◆ Task description:
The string "styleHash" appears in some lines of the entries that follow; copy each such line.

◆ Available data:
/---
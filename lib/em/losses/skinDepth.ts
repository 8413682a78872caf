/**
 * Skin depth of a good conductor.
 */

import { MU0 } from "../../constants.ts";
import { TanklightInputError, requirePositive } from "../../errors.ts";

/**
 * Skin depth: the depth at which a plane wave's current density in a good conductor falls to 1/e.
 *
 * δ = √(ρ / (π f μ₀ μ_r)) (Ramo, Whinnery & Van Duzer, Fields and Waves, §3.16; valid while
 * the conductor is "good", σ ≫ ωε, true for metals far beyond our band).
 * @param f frequency, Hz, > 0.
 * @param resistivity conductor resistivity, Ω·m, > 0.
 * @param muR relative permeability, ≥ 1 for the conductors we model, default 1.
 * @returns δ, m.
 * @example skinDepth(100e3, 1.7241e-8) // → 2.0898e-4 m (annealed copper, 100 kHz)
 * @example skinDepth(50, 1.7241e-8) // → 9.3456e-3 m
 */
export function skinDepth(f: number, resistivity: number, muR = 1): number {
  requirePositive(f, "f", "Hz", "skinDepth");
  requirePositive(resistivity, "resistivity", "Ω·m", "skinDepth");
  if (!(Number.isFinite(muR) && muR >= 1)) {
    throw new TanklightInputError([{ path: "muR", message: "must be a finite number ≥ 1", value: muR, expected: "≥ 1" }], "skinDepth");
  }
  return Math.sqrt(resistivity / (Math.PI * f * MU0 * muR));
}
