export function renderReport(input: ReportInput): string {
  const { model } = input;
  const d = model.diagnostics;
  const unit = input.unit ?? input.map.unit ?? "";
  const ru = residualUnit(model, unit);
  const ruText = ru ? ` (${ru})` : "";
  const withUnit = (v: number, squared = false) => `${sig(v)}${ru ? (ru === "log units" ? ` ${squared ? "(log units)²" : "log units"}` : ` ${ru}${squared ? "²" : ""}`) : ""}`;
  const sheet: MapOptions = { paper: "A4", orientation: "landscape", relief: true, labelPoints: false, pointColour: "residual", ...input.mapOptions };
  const sections: { id: string; title: string; html: string }[] = [];

  sections.push({
    id: "map",
    title: "Surface map",
    html: `<p class="note">Colours show the surface; points are coloured by their leave-one-out residual (reading minus the surface fitted without that point).</p>` +
      inlineSheet(renderMap(input.map, { ...sheet, idPrefix: "map-" })),
  });

  if (input.stderrGrid) {
    const [lo, hi] = finiteRange(input.stderrGrid.values);
    // Few lines: the error dips at every reading, so close contours would only draw rings around points.
    const interval = hi > lo ? roundStepBelow((hi - lo) / 2) : 1;
    const seMap: MapInput = {
      ...input.map,
      // Drawn from stderrDrawing when given (the grid as a sheet shows it); the range above is the whole grid's.
      ...contoured(input.stderrDrawing ?? input.stderrGrid, intervalRule(interval)),
      reliefGrid: undefined,
      title: `Standard error of the estimate: ${input.map.title}`,
      valueName: "Standard error",
      method: "Model-based standard error of the surface estimate (kriging reading of the fit, noise σ from the GCV residuals). " +
        "It assumes the kernel, trend and independent errors are right; it is not a survey tolerance." +
        (input.stderrNote ? ` ${input.stderrNote}.` : ""),
    };
    sections.push({
      id: "standard-error",
      title: "Standard error of the estimate",
      html: `<p class="note">How far the surface may be from the true one under the model, from ${esc(formatUncertainty(lo, MINUS))} to ${esc(formatUncertainty(hi, MINUS))}${esc(unit ? ` ${unit}` : "")}. ` +
        `It grows away from the readings. A model-based figure, not a survey tolerance: a new reading would scatter by a further ${model.transform === "log" ? `factor of about exp(σ) = ${esc(sig(Math.exp(d.sigma), 3))} (σ = ${esc(withUnit(d.sigma))})` : `σ = ${esc(withUnit(d.sigma))}`}.</p>` +
        (hi >= lo ? inlineSheet(renderMap(seMap, { ...sheet, shade: false, pointColour: "plain", idPrefix: "se-" })) : "<p>No unmasked cells.</p>"),
    });
  }

  // ---- Model ----
  const kernelText = KERNEL_TABLE[model.kernel]?.text ?? model.kernel;
  const smoothing = d.smoothingChoice === "gcv" ? "chosen by GCV" : d.smoothingChoice === "given" ? "given" : "given, raised for numerical stability";
  const modelRows: [string, string][] = [
    ["Method", localPatchText(model) ? `local (partition of unity): ${localPatchText(model)}` : "global (one fit to every point)"],
    ...(breaklineText(model) ? [["Breaklines", breaklineText(model)!] as [string, string]] : []),
    ["Kernel", kernelText],
    ["Shape ε", model.shape === null ? "none (scale-free kernel)" : `${sig(model.shape)} ${perUnitText(model.crs)} (${d.shapeChoice === "auto" ? "chosen by GCV" : "given"})`],
    ["Trend", trendOf(model)],
    ["Smoothing λ", `${sig(model.lambda)} (${smoothing}${d.heldAtFloor ? "; held at the numerical floor" : ""})`],
    ["Effective degrees of freedom", `${sig(d.edf)} of ${d.n}`],
    ["GCV score", withUnit(d.gcv, true)],
    ["Leave-one-out RMSE", withUnit(d.loocvRmse)],
    ["Fit RMSE", withUnit(d.rmse)],
    ["Noise σ estimate", withUnit(d.sigma)],
    ["Condition estimate", sig(d.condition, 3)],
    ["Points used (n)", String(d.n)],
    ["Value transform", model.transform === "log" ? "ln z, back-transformed with the lognormal bias correction" : "none"],
    ["Weights", model.points.weight ? "observation weights (normalised to mean 1)" : "none"],
    ["Stretch (anisotropy)", stretchText(model)],
    ["Robust fit", d.robust ? `Tukey's biweight, ${d.robust.passes} passes${d.robust.downweighted.length ? `; down-weighted: lines ${lineList(d.robust.downweighted)}` : ""}` : "no"],
    ["Input", `${model.source.file} (x = ${model.source.x}, y = ${model.source.y}, value = ${model.source.z}); ${crsText(model.crs)}`],
  ];
  const cleaning = input.cleaning ?? model.cleaning;
  if (cleaning) {
    if (cleaning.rowsRead !== undefined) modelRows.push(["Rows read", String(cleaning.rowsRead)]);
    modelRows.push(["Rows skipped", cleaning.skipped.length ? `${cleaning.skipped.length}: line${cleaning.skipped.length === 1 ? "" : "s"} ${lineList(cleaning.skipped.map((s) => s.line))}` : "none"]);
    modelRows.push(["Coincident points merged", cleaning.merged.length ? `${cleaning.merged.length} group${cleaning.merged.length === 1 ? "" : "s"}: lines ${cleaning.merged.map((m) => m.lines.join(" + ")).slice(0, 30).join("; ")}` : "none"]);  } else {
    modelRows.push(["Rows skipped or merged", "not recorded in this model file (written before rbfield kept them): see skipped.csv and duplicates.csv of the run that fitted it"]);
  }
  sections.push({
    id: "model",
    title: "Model",
    html: `<p>${esc(methodSummary(model, unit))}</p>` + table(["Quantity", "Value"], modelRows.map(([k, v]) => [esc(k), esc(v)])),
  });

  // ---- Selection ----
  const chosen = { lambda: model.lambda, gcv: d.gcv };
  let selection = gcvChart(d.gcvCurve, chosen, ru ? (ru === "log units" ? " (log units²)" : ` (${ru}²)`) : "");
  if (!selection) {
    selection = localPatchText(model)
      ? `<p class="note">λ was chosen by GCV in each patch of the local method (from ${esc(sig(d.local!.lambda.min))} to ${esc(sig(d.local!.lambda.max))}): there is no single GCV curve.</p>`
      : `<p class="note">No GCV curve in the model (smoothing given).</p>`;
  }
  if (d.selection) {
    const by = d.selection.by === "gcv" ? "GCV score" : d.selection.by === "loocv" ? "leave-one-out RMSE" : "leave-one-out RMSE, simplest within one standard error of the best";
    selection += `<h3>Candidate models</h3><p class="note">Ranked by ${esc(by)}${d.selection.onSubsample ? (d.local?.consensus ? `, on ${d.local.consensus.samples} sample patches of the local method (${d.selection.onSubsample} patch members pooled${d.local.consensus.distinctPoints ? `, ${d.local.consensus.distinctPoints} distinct points; the standard errors allow for the overlap` : ""})` : `, on a ${d.selection.onSubsample}-point subsample`) : ""}; the chosen model is marked.</p>` +
      table(
        ["", "kernel", "trend", "shape ε", "λ", "edf", "GCV", `LOO RMSE${ruText}`, "± SE", "note"],
        d.selection.ranking.map((c) => [
          c.chosen ? "chosen" : "",
          esc(c.kernel),
          esc(candidateTrendOf(c)),
          esc(c.shape === null ? "—" : sig(c.shape)),
          esc(sig(c.lambda)),
          esc(sig(c.edf)),
          esc(sig(c.gcv)),
          esc(sig(c.loocvRmse)),
          esc(typeof c.loocvSe === "number" ? formatUncertainty(c.loocvSe, MINUS) : "—"),
          esc(c.excluded ? `not eligible: ${c.excluded}` : c.heldAtFloor ? "λ at the numerical floor" : ""),
        ]),
        [false, false, false, true, true, true, true, true, true, false],
        (i) => (d.selection!.ranking[i].chosen ? "chosen" : ""),
      );
  }
  sections.push({ id: "selection", title: "Choice of smoothing and model", html: selection });

  // ---- Residuals ----
  const flaggedLines = new Set(d.flags.lines);
  const pts = model.points;
  const loo = pts.x.map((_, i) => looOf(model, i));
  const read = (i: number) => (model.transform === "log" ? Math.log(pts.z[i]) : pts.z[i]);
  // The scatter draws at most MAX_DRAWN_POINTS, spread evenly over the site, every flagged point among them.
  const shown = evenSample(pts.x, pts.y, (i) => flaggedLines.has(pts.line[i]));
  const scatter = shown.map((i) => ({ x: loo[i] === null ? NaN : read(i) - loo[i]!, y: read(i), flagged: flaggedLines.has(pts.line[i]) }));
  const sampleNote = shown.length < pts.x.length
    ? ` The plot of readings shows ${shown.length.toLocaleString("en")} of the ${pts.x.length.toLocaleString("en")} points, spread evenly over the site; the histogram counts all.`
    : "";
  const axisUnit = model.transform === "log" ? " (ln)" : unit ? ` (${unit})` : "";
  sections.push({
    id: "residuals",
    title: "Leave-one-out residuals",
    html: `<p class="note">Each reading compared with the surface fitted without it (Rippa 1999). Possible blunders are ringed.${sampleNote}</p><div class="figures">` +
      histogramChart(loo.filter((v): v is number => v !== null), `leave-one-out residual${ruText}`) +
      scatterChart(scatter, `leave-one-out estimate${axisUnit}`, `reading${axisUnit}`) + `</div>`,
  });

  // ---- Flagged ----
  const f = d.flags;
  const test = f.critical === null
    ? "No blunder test: too few points are left over after the trend."
    : f.test === "tau"
    ? `Pope's tau test on studentised leave-one-out residuals, ${sig(100 * (f.level ?? 0), 3)}% false-alarm rate for the whole survey, critical value ${sig(f.critical, 3)}.`
    : `|standardised leave-one-out residual| above ${sig(f.critical, 3)}.`;
  const flaggedAll = pts.line.map((l, i) => (flaggedLines.has(l) ? i : -1)).filter((i) => i >= 0);
  // The table lists the first MAX_FLAGGED_ROWS; residuals.csv has every one.
  const flaggedIdx = flaggedAll.slice(0, MAX_FLAGGED_ROWS);
  const dx = (v: number) => esc(formatFixed(v, 3, "-"));
  // Point ids and codes, where the input had them: surveyors find shots by point number.
  const named = (pts.text ?? []).filter((t) => t.role === "id" || t.role === "code");
  sections.push({
    id: "flagged",
    title: "Possible blunders",
    html: `<p class="note">${esc(test)} Flagged points are kept in the fit: check them in the field book, correct or remove them, and refit.</p>` +
      (flaggedIdx.length
        ? table(
          ["input line", ...named.map((t) => (t.role === "id" ? "point" : "code")), "x", "y", "reading", "fitted", `leave-one-out residual${ruText}`, "τ"],
          flaggedIdx.map((i) => [
            String(pts.line[i]),
            ...named.map((t) => esc(printable(t.values[i]).slice(0, 40))),
            dx(pts.x[i]),
            dx(pts.y[i]),
            esc(sig(pts.z[i], 6)),
            esc(sig(model.fitted[i], 6)),
            esc(sig(loo[i], 3)),
            esc(sig(model.looStandardised[i], 3)),
          ]),
          [true, ...named.map(() => false), true, true, true, true, true, true],
        )
        : "<p>No point is flagged.</p>") +
      (flaggedAll.length > flaggedIdx.length ? `<p class="note">The first ${flaggedIdx.length} of ${flaggedAll.length.toLocaleString("en")} flagged points; residuals.csv lists them all.</p>` : ""),
  });

  // ---- Input rows ----
  if (cleaning && (cleaning.skipped.length || cleaning.merged.length)) {
    let html = "";
    if (cleaning.skipped.length) {
      html += `<h3>Skipped rows</h3>` + table(["input line", "reason"], cleaning.skipped.map((s) => [String(s.line), esc(s.reason)]), [true, false]);
    }
    if (cleaning.merged.length) {
      html += `<h3>Merged coincident points</h3>` + table(
        ["input lines", "x", "y", "values spread", "value kept"],
        cleaning.merged.map((m) => [esc(m.lines.join(", ")), dx(m.x), dx(m.y), esc(sig(m.spread, 3)), esc(sig(m.value, 6))]),
        [false, true, true, true, true],
      );
    }
    sections.push({ id: "input-rows", title: "Skipped and merged rows", html });
  }

  // ---- Warnings ----
  const warnings = [...d.warnings, ...(input.warnings ?? [])];
  sections.push({
    id: "warnings",
    title: "Warnings",
    html: warnings.length ? `<ul class="warnings">${warnings.map((w) => `<li>${esc(w)}</li>`).join("")}</ul>` : "<p>None.</p>",
  });

  const styleHash = createHash("sha256").update(STYLE, "utf8").digest("base64");
  const csp = `default-src 'none'; img-src data:; style-src 'sha256-${styleHash}'; base-uri 'none'; form-action 'none'`;
  return [
    `<!DOCTYPE html>`,
    `<html lang="en">`,
    `<head>`,
    `<meta charset="utf-8">`,
    `<meta http-equiv="Content-Security-Policy" content="${csp}">`,
    `<meta name="viewport" content="width=device-width, initial-scale=1">`,
    `<meta name="referrer" content="no-referrer">`,
    `<title>${esc(input.title)}</title>`,
    `<style>${STYLE}</style>`,
    `</head>`,
    `<body>`,
    `<header id="top"><h1>${esc(input.title)}</h1>`,
    `<p class="meta">Data: ${esc(model.source.file)} · ${esc(crsText(model.crs))} · ${esc(input.date)}</p>`,
    `<p class="caution" id="caution-top">${esc(CAUTION)}</p>`,
    `<nav><ol>${sections.map((s) => `<li><a href="#${s.id}">${esc(s.title)}</a></li>`).join("")}</ol></nav></header>`,
    `<main>`,
    ...sections.map((s) => `<section id="${s.id}"><h2>${esc(s.title)}</h2>${s.html}</section>`),
    `</main>`,
    `<footer><p class="caution" id="caution">${esc(CAUTION)}</p></footer>`,
    `</body>`,
    `</html>`,
    ``,
  ].join("\n");
}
\---
◆ Answer area:
  const styleHash = createHash("sha256").update(STYLE, "utf8").digest("base64");
  const csp = `default-src 'none'; img-src data:; style-src 'sha256-${styleHash}'; base-uri 'none'; form-action 'none'`;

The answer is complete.